**GOAL OF THE EXERCISE:**
Transcribe every record that appears below, exactly and in full.

Collected data entries:
=== Begin Enclosure ===

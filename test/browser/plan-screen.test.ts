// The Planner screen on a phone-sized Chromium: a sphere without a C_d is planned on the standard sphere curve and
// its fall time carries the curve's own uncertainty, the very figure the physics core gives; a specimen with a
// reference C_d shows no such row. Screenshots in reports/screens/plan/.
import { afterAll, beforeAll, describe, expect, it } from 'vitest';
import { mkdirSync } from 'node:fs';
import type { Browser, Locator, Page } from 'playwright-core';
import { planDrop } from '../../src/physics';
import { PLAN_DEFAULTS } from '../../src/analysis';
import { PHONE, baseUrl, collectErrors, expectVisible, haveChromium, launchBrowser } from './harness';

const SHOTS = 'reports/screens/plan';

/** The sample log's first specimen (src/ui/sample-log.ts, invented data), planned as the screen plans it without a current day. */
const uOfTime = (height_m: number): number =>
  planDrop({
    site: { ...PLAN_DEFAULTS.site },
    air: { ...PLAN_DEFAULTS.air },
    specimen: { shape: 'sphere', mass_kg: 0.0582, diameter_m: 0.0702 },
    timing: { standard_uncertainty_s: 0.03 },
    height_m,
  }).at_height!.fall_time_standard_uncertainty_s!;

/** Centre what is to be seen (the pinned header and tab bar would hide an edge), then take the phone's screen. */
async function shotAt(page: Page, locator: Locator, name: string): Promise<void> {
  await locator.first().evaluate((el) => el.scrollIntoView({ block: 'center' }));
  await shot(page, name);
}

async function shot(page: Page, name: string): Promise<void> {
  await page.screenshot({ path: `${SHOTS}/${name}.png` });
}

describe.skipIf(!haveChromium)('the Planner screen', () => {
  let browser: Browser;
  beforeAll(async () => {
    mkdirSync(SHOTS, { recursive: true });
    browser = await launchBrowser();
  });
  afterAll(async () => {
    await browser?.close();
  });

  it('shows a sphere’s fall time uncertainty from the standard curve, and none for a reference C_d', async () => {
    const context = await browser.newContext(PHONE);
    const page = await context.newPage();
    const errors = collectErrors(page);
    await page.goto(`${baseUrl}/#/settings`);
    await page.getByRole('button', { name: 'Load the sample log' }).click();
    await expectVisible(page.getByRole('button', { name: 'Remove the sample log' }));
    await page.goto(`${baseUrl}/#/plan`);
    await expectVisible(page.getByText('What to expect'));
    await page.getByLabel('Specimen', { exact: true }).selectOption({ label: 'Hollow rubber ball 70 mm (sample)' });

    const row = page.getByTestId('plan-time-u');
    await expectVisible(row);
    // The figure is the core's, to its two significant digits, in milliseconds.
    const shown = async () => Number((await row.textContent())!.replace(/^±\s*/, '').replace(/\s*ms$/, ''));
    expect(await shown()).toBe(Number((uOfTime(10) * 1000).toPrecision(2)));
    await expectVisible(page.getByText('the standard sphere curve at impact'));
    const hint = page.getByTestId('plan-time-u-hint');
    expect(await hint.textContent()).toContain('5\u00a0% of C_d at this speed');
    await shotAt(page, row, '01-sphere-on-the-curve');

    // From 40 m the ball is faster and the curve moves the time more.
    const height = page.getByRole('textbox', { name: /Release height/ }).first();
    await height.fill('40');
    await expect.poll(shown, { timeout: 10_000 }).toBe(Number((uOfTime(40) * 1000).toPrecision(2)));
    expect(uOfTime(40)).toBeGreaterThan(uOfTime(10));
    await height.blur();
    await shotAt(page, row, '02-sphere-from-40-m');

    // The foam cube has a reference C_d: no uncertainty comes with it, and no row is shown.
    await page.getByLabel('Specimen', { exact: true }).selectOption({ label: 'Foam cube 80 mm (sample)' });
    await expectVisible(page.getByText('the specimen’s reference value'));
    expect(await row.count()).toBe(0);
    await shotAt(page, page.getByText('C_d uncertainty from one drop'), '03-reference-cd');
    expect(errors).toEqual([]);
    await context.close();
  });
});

=== End Enclosure ===

**WRITTEN ANSWER:**
filename test/browser/plan-screen.test.ts
// The Planner screen on a phone-sized Chromium: a sphere without a C_d is planned on the standard sphere curve and
// its fall time carries the curve's own uncertainty, the very figure the physics core gives; a specimen with a
// reference C_d shows no such row. Screenshots in reports/screens/plan/.
import { afterAll, beforeAll, describe, expect, it } from 'vitest';
import { mkdirSync } from 'node:fs';
import type { Browser, Locator, Page } from 'playwright-core';
import { planDrop } from '../../src/physics';
import { PLAN_DEFAULTS } from '../../src/analysis';
import { PHONE, baseUrl, collectErrors, expectVisible, haveChromium, launchBrowser } from './harness';

const SHOTS = 'reports/screens/plan';

/** The sample log's first specimen (src/ui/sample-log.ts, invented data), planned as the screen plans it without a current day. */
const uOfTime = (height_m: number): number =>
  planDrop({
    site: { ...PLAN_DEFAULTS.site },
    air: { ...PLAN_DEFAULTS.air },
    specimen: { shape: 'sphere', mass_kg: 0.0582, diameter_m: 0.0702 },
    timing: { standard_uncertainty_s: 0.03 },
    height_m,
  }).at_height!.fall_time_standard_uncertainty_s!;

/** Centre what is to be seen (the pinned header and tab bar would hide an edge), then take the phone's screen. */
async function shotAt(page: Page, locator: Locator, name: string): Promise<void> {
  await locator.first().evaluate((el) => el.scrollIntoView({ block: 'center' }));
  await shot(page, name);
}

async function shot(page: Page, name: string): Promise<void> {
  await page.screenshot({ path: `${SHOTS}/${name}.png` });
}

describe.skipIf(!haveChromium)('the Planner screen', () => {
  let browser: Browser;
  beforeAll(async () => {
    mkdirSync(SHOTS, { recursive: true });
    browser = await launchBrowser();
  });
  afterAll(async () => {
    await browser?.close();
  });

  it('shows a sphere’s fall time uncertainty from the standard curve, and none for a reference C_d', async () => {
    const context = await browser.newContext(PHONE);
    const page = await context.newPage();
    const errors = collectErrors(page);
    await page.goto(`${baseUrl}/#/settings`);
    await page.getByRole('button', { name: 'Load the sample log' }).click();
    await expectVisible(page.getByRole('button', { name: 'Remove the sample log' }));
    await page.goto(`${baseUrl}/#/plan`);
    await expectVisible(page.getByText('What to expect'));
    await page.getByLabel('Specimen', { exact: true }).selectOption({ label: 'Hollow rubber ball 70 mm (sample)' });

    const row = page.getByTestId('plan-time-u');
    await expectVisible(row);
    // The figure is the core's, to its two significant digits, in milliseconds.
    const shown = async () => Number((await row.textContent())!.replace(/^±\s*/, '').replace(/\s*ms$/, ''));
    expect(await shown()).toBe(Number((uOfTime(10) * 1000).toPrecision(2)));
    await expectVisible(page.getByText('the standard sphere curve at impact'));
    const hint = page.getByTestId('plan-time-u-hint');
    expect(await hint.textContent()).toContain('5\u00a0% of C_d at this speed');
    await shotAt(page, row, '01-sphere-on-the-curve');

    // From 40 m the ball is faster and the curve moves the time more.
    const height = page.getByRole('textbox', { name: /Release height/ }).first();
    await height.fill('40');
    await expect.poll(shown, { timeout: 10_000 }).toBe(Number((uOfTime(40) * 1000).toPrecision(2)));
    expect(uOfTime(40)).toBeGreaterThan(uOfTime(10));
    await height.blur();
    await shotAt(page, row, '02-sphere-from-40-m');

    // The foam cube has a reference C_d: no uncertainty comes with it, and no row is shown.
    await page.getByLabel('Specimen', { exact: true }).selectOption({ label: 'Foam cube 80 mm (sample)' });
    await expectVisible(page.getByText('the specimen’s reference value'));
    expect(await row.count()).toBe(0);
    await shotAt(page, page.getByText('C_d uncertainty from one drop'), '03-reference-cd');
    expect(errors).toEqual([]);
    await context.close();
  });
});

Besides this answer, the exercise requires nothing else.